Ironically if someone declared themselves as trans from the outset and was fine with me being gender critical, I'd be much more open to be treated by them, if I woman wasn't available. Because they've seen me, respected me and understood that a difference of opinion does not equal hate nor wishing them harm - because its about issues with power dynamics and treating individuals as individuals. Be my equal, reassure me and it will be recipricated. Be prejudice towards me or lie, and it'd be a hard no.
It is the very act of deception, authoritarian over riding of my feelings, a lack of empathy and the denial of the realities of sex that are the problematic part. Because those are where the power issues and trust issues lie. Not the fact someone wants to dress/live a certain way. Live how you want, just don't force me to comply or for it to have a negative impact on me. Time and again we see 'be kind' as a total one way street - thats not equality and it needs to stop.
Crucially, if someone has a different religion or culture or colour of skin, thats not overriding or affecting that delicate balance of power and trust. As a patient I am there to get medicial help, I am not there to provide validation for a staff member. And thats the point. Mutual respect and empathy.

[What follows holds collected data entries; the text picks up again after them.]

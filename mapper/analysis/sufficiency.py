"""Enough tests to judge? The verdict's check for too few tests or levels, with what to add.

A verdict of "one controller serves" or "a schedule is needed" rests on seeing how the process moves
across the range. Two tested levels show a difference but not its shape (a straight line always fits
two points, so nothing between or beyond them is checked), and tests without a single repeat give no
way to tell whether the tests agree within their stated uncertainty. This module says when that is
the case and names the levels that would settle it.
"""

from __future__ import annotations

from dataclasses import dataclass

import numpy as np
import pandas as pd

from mapper.analysis.opmap import format_level
from mapper.analysis.trends import cluster_levels

__all__ = ["MIN_LEVELS", "Shortfall", "check_sufficiency"]

MIN_LEVELS = 3  # a trend's shape needs a third level beyond the two a straight line always fits (common practice)


@dataclass(frozen=True)
class Shortfall:
    """Why the tests are not enough, and what to add.

    Attributes
    ----------
    levels : tuple of float
        Tested levels (cluster means).
    tests : int
        Usable tests.
    levels_to_add : tuple of float
        New levels to test.
    repeat_at : tuple of float
        Tested levels where a repeat test would help.
    sentence : str
    """

    levels: tuple
    tests: int
    levels_to_add: tuple
    repeat_at: tuple
    sentence: str

    def numbers(self) -> dict:
        """The figures of the ``insufficient_data`` reason."""
        return {"levels": list(self.levels), "tests": self.tests, "min_levels": MIN_LEVELS,
                "levels_to_add": list(self.levels_to_add), "repeat_at": list(self.repeat_at)}


def _new_levels(levels, output_range) -> list[float]:
    if len(levels) >= 2:
        gaps = np.diff(levels)
        widest = int(np.argmax(gaps))
        return [float(levels[widest] + 0.5 * gaps[widest])]
    if output_range is None:
        return []
    low, high = sorted(float(v) for v in output_range)
    span = high - low
    level = levels[0]
    below = [low + f * span for f in (0.25, 0.1) if low + f * span < level - 0.1 * span]
    above = [low + f * span for f in (0.75, 0.9) if low + f * span > level + 0.1 * span]
    return [round(v, 6) for v in below[:1] + above[:1]]


def check_sufficiency(used: pd.DataFrame, *, against: str = "level", output_range=None,
                      loop_gain_trend=None) -> Shortfall | None:
    """None when the tests can support a verdict, else a :class:`Shortfall` naming what to add.

    Parameters
    ----------
    used : pandas.DataFrame
        Usable tests (not rejected, not excluded) with a numeric ``against`` column.
    against : str
        Level column.
    output_range : pair of float, optional
        Instrument range of the output, used to suggest levels when only one was tested.
    loop_gain_trend : Trend, optional
        The map's trend of the parameter that sets the controller (K/tau for a lag-dominant loop, K
        otherwise). When the map says its tests cannot rule out a change that matters
        (``enough_data`` False), the verdict cannot either.

    Notes
    -----
    Enough means at least three distinct levels (levels within 2 % of the tested span count as one),
    at least one level tested twice, and a loop-gain trend that is either significant or tight enough
    to rule out a change of the size that matters (the map's ``RELEVANT_CHANGE_RATIO``).
    """
    x = pd.to_numeric(used[against], errors="coerce").to_numpy(float)
    x = x[np.isfinite(x)]
    labels = cluster_levels(x)
    levels = [float(np.mean(x[labels == k])) for k in range(labels.max() + 1)] if x.size else []
    counts = [int(np.sum(labels == k)) for k in range(len(levels))]
    repeated = any(c >= 2 for c in counts)
    loose = loop_gain_trend is not None and not getattr(loop_gain_trend, "enough_data", True)
    if len(levels) >= MIN_LEVELS and repeated and not loose:
        return None
    add = _new_levels(levels, output_range) if len(levels) < MIN_LEVELS else []
    if loose and len(levels) >= MIN_LEVELS:
        add = [float(v) for v in loop_gain_trend.levels_to_add]
    repeat_at = [] if repeated else ([lv for lv in levels] if len(levels) < MIN_LEVELS else [levels[len(levels) // 2]])
    parts = []
    if loose and len(levels) >= MIN_LEVELS:
        ratio = loop_gain_trend.detectable_ratio
        parts.append(f"narrow the {loop_gain_trend.parameter.replace('_', ' ')} (its tests still allow a change "
                     f"by a factor of {ratio:.2g} across the range) with tests at {against} "
                     + ", ".join(format_level(v) for v in add))
    if len(levels) < MIN_LEVELS:
        missing = MIN_LEVELS - len(levels)
        where = (f" (for example at {against} {', '.join(format_level(v) for v in add)})" if add else
                 ", one below and one above the level tested" if len(levels) == 1 else "")
        parts.append(f"test at least {missing} more level{'s' if missing > 1 else ''}{where}")
    if repeat_at:
        parts.append(f"repeat a test at {against} {', '.join(format_level(v) for v in repeat_at)}")
    tested = ", ".join(format_level(v) for v in levels)
    sentence = (f"Not enough tests to judge: {len(x)} test{'s' if len(x) != 1 else ''} at {len(levels)} "
                f"level{'s' if len(levels) != 1 else ''} ({against} {tested}); a verdict needs at least "
                f"{MIN_LEVELS} levels, one repeat and tests tight enough to show how the process moves across the "
                f"range. To settle "
                f"it, {' and '.join(parts)}. The figures below are for the tested levels only; no controller "
                f"or schedule is handed over.")
    return Shortfall(levels=tuple(levels), tests=int(len(x)), levels_to_add=tuple(add),
                     repeat_at=tuple(repeat_at), sentence=sentence)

The second that a patient is used as a tool for validation in ANY WAY by a staff member, thats where the line has been crossed between centring the patient and instead switches to centring the staff member. That includes pronouns.
Honesty and transparency HAS to be central. If you lie about ANYTHING, you lose that. Not just for you as an individual doctors, but for all the others doctors you work with. Everyone after has to spend a lot more time restoring that.
Any doctor (and this includes others who facilitate lies), shouldn't be treating patients if they dont understand this as they risk harming vulnerable patients. Anyone in management who fails to recognise this, is undermining safeguarding protocols and well stood principles about how good relationships mean quicker diagnosis, quicker recovery and quicker discharges - in other words they are cost effect in the long term.
None of this is progressive to ignore how patients feel on this and to ignore the reality that women ultimately have good reason to distrust ALL males on an instictive level and asking them to ignore this instict just isn't workable nor in the best interests of absolutely anyone.